Trade mark reforms – what you need to know
Cathrine Ripley summarises the key changes introduced by recent trade mark reforms.
Since 1996, the Office for Harmonisation in the Internal Market (OHIM) has processed more than 1.3 million Community trade mark applications in 23 EU languages, from nearly every country and region in the world.
Twenty years on a new regulation and a new directive are coming into force to reform the EU-wide trade mark system and the national trade mark systems of individual member states
What do you need to know and how will the changes impact on your business?
Trade Mark Regulation – comes into force on 23 March 2016
What’s in a name?
OHIM will change its name to the European Union Intellectual Property Office (EU IPO) and Community trade marks (CTM) will now be known as European Union trade marks (EUTM).
The basic fee for a CTM under the old regime was €900 to file a trade mark application in up to 3 classes. From March it will cost €850 to file in 1 class and €1,050 to file in 3 classes.
The rationale behind this is to discourage parties from filing unnecessarily in multiple classes. It is believed that the old fee structure encouraged an attitude of “as I’m paying for 3 classes, I may as well as well file in all 3”.
The revised fees will also apply when renewing trade marks.
Some applicants used to file applications covering all goods or services included within a particular class of the Nice classification (the international system for describing goods/services for trade mark purposes). From March this will no longer be possible and instead more thought will be needed when preparing the trade mark specification – to ensure that the application is sufficiently clear and precise. If it is not, the trade mark protection will be limited to the goods or services covered by the literal meaning of the heading for that class (i.e. just a few words).
If you have a trade mark which was registered before 22 June 2012 you should review the specification as you may need to take advantage of the 6 month grace period (until 23 September 2016) during which specifications can be amended so that they are not bound by this rule.
Trade Mark Directive – not yet in force
The UK will need to enact national legislation before the directive comes into force but it is worth mentioning a few of the changes which are in the pipeline:
Definition of trade mark
The definition of a trade mark is to be expanded. Previously a trade mark had to be “capable of being represented graphically” – but in future it will be possible to register sounds and colours as trade marks.
However this won’t be possible where such a trade mark consists exclusively of a characteristic which results from the nature of the goods or is necessary to obtain a technical result or gives substantial value to the goods. For example a smell might not be registrable for a perfume.
The new rules will mean that even if counterfeit goods are not intended for consumers in the EU and are simply in transit through the EU, they will be treated as infringing and can be seized by customs.

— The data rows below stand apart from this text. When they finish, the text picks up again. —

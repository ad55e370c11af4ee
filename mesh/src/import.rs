//! Reading VTK unstructured grids (legacy `.vtk`, XML `.vtu`) into points and beam/shell cells.
//!
//! This module only reads the file and sorts its cells; [`crate::validate`] maps property ids to
//! sections, materials and thicknesses and builds the elements.
//!
//! Rules (docs/model-format.md repeats them):
//! - Formats: what vtkio 0.6.3 reads. Legacy `.vtk` ASCII and binary (big-endian, as the legacy
//!   format prescribes); XML `.vtu` uncompressed, with inline (`ascii` or base64 `binary`) or
//!   appended (`raw` or `base64`) data. Compressed `.vtu` files (zlib, as VTK writes them) are not
//!   read by vtkio 0.6.3: they are an error saying so (tests below).
//! - Data sets: unstructured grids only, one or more inline pieces (joined in file order).
//! - Cells: line → one two-node beam; polyline of k points → k − 1 beams; triangle, quad →
//!   shells; vertex, poly-vertex → skipped (counted); every other type → an error naming the
//!   cell index (from 0, as VTK viewers count) and the VTK type.
//! - The property array: a one-component integer cell-data array (`DataArray` or a legacy `FIELD`
//!   array). Floating-point arrays are rejected rather than rounded.

use std::path::{Path, PathBuf};

use vtkio::model::{Attribute, CellType, DataSet, IOBuffer, Piece, VertexNumbers, Vtk};

use crate::error::ModelError;

/// What a kept cell becomes.
#[derive(Debug, Clone, Copy, PartialEq, Eq)]
pub(crate) enum CellKind {
    /// A two-node beam (a line, or one segment of a polyline).
    Beam,
    /// A three-node shell.
    Triangle,
    /// A four-node shell.
    Quad,
}

impl CellKind {
    /// Words for messages.
    pub(crate) fn noun(self) -> &'static str {
        match self {
            Self::Beam => "a line",
            Self::Triangle => "a triangle",
            Self::Quad => "a quad",
        }
    }
}

/// One beam or shell of a mesh file.
#[derive(Debug, Clone, PartialEq)]
pub(crate) struct MeshCell {
    /// Index of the VTK cell it comes from, counting from 0 over all pieces.
    pub index: usize,
    /// Segment of a polyline (from 0), otherwise 0.
    pub segment: usize,
    /// What it becomes.
    pub kind: CellKind,
    /// Point indices, as stored.
    pub points: Vec<usize>,
    /// The cell's value in the property array.
    pub property: i64,
}

/// The content of a mesh file that the model uses.
#[derive(Debug, Clone, PartialEq)]
pub(crate) struct MeshData {
    /// The file, for messages.
    pub path: PathBuf,
    /// Coordinates as stored, in the file's unit.
    pub points: Vec<[f64; 3]>,
    /// Beams and shells in file order (a polyline's segments in order).
    pub cells: Vec<MeshCell>,
    /// Node id of each point, when the model names a node-id array.
    pub node_ids: Option<Vec<u64>>,
    /// Vertex and poly-vertex cells skipped.
    pub skipped_vertices: usize,
}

Using packaging, tags, labels, etc bearing a third party mark could in future constitute infringement.
The own-name defence will only be available for individuals, therefore a company cannot rely on the fact that it is using its own name as a defence to a claim of trade mark infringement.
Licensees will be able to sue for trade mark infringement of national marks subject to the trade mark owner’s consent. If the trade mark owner does not act, an exclusive licensee can do so.